Begin at the line containing "var = bdd.variables(len(table.inputs))" in the entries below and end at the line containing "w for s, w in"; transcribe that range exactly and nothing outside it.

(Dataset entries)
######

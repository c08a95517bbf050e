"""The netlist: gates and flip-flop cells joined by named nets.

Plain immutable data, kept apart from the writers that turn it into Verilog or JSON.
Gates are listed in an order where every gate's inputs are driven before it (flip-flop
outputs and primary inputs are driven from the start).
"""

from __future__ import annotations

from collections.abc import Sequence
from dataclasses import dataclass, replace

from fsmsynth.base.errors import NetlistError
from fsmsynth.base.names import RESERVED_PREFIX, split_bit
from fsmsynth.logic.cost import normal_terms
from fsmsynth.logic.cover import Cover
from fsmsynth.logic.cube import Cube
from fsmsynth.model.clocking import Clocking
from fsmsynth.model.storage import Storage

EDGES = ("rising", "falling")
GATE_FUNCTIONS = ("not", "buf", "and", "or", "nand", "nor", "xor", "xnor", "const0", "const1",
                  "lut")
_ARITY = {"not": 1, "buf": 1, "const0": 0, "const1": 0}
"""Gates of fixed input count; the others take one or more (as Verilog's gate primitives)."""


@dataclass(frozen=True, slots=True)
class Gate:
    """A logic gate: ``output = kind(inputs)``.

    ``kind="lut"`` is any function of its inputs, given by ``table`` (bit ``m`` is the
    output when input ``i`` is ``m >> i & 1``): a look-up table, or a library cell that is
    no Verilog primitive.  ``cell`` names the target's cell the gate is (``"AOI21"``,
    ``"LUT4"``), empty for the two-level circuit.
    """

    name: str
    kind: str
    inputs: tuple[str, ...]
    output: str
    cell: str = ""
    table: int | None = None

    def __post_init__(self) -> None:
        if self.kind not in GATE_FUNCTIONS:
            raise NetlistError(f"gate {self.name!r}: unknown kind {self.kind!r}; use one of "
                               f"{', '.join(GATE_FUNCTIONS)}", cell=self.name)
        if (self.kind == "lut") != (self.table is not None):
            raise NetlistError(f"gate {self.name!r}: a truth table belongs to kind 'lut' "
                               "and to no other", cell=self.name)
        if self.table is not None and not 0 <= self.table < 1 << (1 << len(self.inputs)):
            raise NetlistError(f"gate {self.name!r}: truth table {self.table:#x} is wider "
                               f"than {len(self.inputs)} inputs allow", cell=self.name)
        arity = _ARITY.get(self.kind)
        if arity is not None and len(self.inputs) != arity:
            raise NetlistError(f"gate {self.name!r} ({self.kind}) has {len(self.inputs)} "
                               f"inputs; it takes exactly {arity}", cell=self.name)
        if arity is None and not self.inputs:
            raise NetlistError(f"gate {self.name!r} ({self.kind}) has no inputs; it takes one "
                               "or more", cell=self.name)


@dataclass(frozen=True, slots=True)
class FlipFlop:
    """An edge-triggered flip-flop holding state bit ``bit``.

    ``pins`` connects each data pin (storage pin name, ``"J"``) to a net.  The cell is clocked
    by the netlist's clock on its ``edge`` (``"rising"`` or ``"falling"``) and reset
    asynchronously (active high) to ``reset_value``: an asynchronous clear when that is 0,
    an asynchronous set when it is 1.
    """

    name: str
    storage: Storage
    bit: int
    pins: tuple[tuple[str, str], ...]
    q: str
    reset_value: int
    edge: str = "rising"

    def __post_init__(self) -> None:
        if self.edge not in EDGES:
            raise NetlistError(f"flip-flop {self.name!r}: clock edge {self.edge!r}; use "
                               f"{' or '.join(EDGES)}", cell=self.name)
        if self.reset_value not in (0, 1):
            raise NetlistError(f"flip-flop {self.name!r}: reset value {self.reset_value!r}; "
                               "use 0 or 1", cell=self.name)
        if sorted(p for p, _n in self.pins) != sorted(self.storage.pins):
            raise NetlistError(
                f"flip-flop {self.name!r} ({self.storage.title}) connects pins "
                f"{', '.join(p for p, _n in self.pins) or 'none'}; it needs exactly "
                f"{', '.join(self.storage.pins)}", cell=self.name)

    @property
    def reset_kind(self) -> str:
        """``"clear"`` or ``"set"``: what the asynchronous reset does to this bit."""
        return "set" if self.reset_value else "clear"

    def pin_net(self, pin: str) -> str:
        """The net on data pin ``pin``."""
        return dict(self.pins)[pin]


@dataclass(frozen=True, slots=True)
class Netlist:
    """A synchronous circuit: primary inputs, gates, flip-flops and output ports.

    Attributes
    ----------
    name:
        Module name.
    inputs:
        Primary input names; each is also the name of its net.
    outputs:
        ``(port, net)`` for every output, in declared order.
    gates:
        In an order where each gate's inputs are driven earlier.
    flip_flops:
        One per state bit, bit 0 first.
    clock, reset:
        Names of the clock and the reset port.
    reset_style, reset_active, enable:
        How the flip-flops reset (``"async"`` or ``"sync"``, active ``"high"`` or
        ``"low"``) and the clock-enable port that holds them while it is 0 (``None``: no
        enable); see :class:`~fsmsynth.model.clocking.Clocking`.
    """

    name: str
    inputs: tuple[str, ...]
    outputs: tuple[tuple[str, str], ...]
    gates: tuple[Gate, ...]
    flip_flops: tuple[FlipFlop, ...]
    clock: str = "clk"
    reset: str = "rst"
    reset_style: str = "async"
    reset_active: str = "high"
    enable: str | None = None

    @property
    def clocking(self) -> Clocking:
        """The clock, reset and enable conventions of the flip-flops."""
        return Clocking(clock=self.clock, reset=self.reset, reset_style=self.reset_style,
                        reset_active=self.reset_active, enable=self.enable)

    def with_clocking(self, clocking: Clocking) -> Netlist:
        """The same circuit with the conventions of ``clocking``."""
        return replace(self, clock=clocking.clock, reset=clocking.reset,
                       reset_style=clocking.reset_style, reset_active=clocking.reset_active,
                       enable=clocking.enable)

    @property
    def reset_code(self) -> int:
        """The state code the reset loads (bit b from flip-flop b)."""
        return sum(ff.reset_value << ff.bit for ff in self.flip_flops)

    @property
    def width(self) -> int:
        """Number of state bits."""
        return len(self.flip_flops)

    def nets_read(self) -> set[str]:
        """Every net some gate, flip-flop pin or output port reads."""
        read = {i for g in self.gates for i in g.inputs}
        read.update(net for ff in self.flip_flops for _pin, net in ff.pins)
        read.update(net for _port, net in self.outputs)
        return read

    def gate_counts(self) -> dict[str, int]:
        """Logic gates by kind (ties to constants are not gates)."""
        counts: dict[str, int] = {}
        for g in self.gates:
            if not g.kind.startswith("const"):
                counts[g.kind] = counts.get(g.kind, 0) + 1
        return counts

######

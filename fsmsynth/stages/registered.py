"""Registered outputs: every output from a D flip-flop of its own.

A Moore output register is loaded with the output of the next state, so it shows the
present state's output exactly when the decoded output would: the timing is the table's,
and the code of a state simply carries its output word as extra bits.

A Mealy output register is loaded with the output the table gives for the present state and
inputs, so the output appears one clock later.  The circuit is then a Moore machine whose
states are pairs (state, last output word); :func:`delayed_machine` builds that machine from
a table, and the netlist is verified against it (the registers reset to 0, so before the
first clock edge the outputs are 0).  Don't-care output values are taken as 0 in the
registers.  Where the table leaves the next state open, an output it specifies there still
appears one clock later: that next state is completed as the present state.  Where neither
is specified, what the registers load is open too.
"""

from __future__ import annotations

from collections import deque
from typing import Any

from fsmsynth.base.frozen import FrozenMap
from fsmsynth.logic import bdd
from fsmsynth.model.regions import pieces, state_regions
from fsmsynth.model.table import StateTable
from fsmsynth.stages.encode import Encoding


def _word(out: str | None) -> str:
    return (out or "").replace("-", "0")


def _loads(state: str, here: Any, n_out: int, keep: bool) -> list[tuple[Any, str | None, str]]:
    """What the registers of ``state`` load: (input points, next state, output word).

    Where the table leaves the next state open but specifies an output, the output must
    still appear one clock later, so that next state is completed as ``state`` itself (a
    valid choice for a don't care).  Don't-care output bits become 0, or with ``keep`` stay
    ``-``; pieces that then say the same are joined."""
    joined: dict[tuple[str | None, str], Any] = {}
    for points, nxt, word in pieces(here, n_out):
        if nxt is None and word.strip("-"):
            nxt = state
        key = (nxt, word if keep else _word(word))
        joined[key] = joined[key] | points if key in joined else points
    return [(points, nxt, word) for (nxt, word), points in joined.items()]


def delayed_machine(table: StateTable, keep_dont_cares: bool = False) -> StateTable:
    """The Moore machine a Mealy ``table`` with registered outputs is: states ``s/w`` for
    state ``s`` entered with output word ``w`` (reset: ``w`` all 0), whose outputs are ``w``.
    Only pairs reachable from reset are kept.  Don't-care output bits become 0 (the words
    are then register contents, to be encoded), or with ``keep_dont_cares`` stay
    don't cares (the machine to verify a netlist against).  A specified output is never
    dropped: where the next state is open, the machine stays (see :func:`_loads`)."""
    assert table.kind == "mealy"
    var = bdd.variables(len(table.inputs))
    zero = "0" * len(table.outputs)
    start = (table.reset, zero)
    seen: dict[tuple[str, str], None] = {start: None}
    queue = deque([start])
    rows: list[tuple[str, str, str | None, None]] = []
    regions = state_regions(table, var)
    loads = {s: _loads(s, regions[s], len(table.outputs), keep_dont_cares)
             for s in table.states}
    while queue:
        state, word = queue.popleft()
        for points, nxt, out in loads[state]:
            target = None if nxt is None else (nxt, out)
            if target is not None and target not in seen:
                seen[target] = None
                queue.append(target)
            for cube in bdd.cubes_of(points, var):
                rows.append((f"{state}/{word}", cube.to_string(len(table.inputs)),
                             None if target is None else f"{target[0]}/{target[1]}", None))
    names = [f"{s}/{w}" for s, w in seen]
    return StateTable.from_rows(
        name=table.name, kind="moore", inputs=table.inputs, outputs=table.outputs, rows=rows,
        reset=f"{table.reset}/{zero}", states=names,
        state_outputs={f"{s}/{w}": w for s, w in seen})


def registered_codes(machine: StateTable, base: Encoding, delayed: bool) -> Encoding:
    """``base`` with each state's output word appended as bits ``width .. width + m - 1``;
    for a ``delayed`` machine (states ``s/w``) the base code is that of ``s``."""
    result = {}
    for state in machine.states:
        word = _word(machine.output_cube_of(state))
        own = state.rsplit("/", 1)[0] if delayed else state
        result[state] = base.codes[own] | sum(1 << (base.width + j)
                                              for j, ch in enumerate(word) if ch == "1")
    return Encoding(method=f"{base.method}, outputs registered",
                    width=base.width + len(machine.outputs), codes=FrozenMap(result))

######

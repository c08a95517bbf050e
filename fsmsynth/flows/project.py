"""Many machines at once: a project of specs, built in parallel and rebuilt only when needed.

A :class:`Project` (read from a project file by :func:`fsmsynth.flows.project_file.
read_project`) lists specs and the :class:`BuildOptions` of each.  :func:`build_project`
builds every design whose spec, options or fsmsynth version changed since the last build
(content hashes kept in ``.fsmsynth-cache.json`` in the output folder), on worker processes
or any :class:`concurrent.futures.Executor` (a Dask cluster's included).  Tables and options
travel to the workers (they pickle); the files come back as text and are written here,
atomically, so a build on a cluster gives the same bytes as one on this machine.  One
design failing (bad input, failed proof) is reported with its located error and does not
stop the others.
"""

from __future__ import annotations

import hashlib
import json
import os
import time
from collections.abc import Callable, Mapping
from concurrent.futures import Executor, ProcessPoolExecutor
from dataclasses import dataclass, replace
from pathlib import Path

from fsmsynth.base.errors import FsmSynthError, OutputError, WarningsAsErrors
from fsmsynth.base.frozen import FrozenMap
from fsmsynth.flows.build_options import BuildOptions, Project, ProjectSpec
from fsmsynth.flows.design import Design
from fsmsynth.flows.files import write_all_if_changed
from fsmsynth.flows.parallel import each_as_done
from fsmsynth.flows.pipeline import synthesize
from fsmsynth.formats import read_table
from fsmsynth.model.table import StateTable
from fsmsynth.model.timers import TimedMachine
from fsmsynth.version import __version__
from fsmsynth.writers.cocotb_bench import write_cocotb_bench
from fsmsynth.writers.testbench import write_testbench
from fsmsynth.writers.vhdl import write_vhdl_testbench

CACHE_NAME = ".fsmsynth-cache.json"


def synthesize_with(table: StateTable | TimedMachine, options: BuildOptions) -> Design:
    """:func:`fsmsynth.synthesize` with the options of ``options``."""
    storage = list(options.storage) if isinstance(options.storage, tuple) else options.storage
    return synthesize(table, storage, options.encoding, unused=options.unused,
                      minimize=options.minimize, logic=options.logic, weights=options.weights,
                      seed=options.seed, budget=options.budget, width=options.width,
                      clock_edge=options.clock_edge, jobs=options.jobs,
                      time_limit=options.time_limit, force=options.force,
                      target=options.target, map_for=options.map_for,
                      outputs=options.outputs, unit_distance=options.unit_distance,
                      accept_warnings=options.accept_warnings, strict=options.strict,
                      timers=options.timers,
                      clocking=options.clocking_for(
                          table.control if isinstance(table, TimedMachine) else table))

######

:: TASK RESPONSE ::
    var = bdd.variables(len(table.inputs))
    zero = "0" * len(table.outputs)
    start = (table.reset, zero)
    seen: dict[tuple[str, str], None] = {start: None}
    queue = deque([start])
    rows: list[tuple[str, str, str | None, None]] = []
    regions = state_regions(table, var)
    loads = {s: _loads(s, regions[s], len(table.outputs), keep_dont_cares)
             for s in table.states}
    while queue:
        state, word = queue.popleft()
        for points, nxt, out in loads[state]:
            target = None if nxt is None else (nxt, out)
            if target is not None and target not in seen:
                seen[target] = None
                queue.append(target)
            for cube in bdd.cubes_of(points, var):
                rows.append((f"{state}/{word}", cube.to_string(len(table.inputs)),
                             None if target is None else f"{target[0]}/{target[1]}", None))
    names = [f"{s}/{w}" for s, w in seen]
    return StateTable.from_rows(
        name=table.name, kind="moore", inputs=table.inputs, outputs=table.outputs, rows=rows,
        reset=f"{table.reset}/{zero}", states=names,
        state_outputs={f"{s}/{w}": w for s, w in seen})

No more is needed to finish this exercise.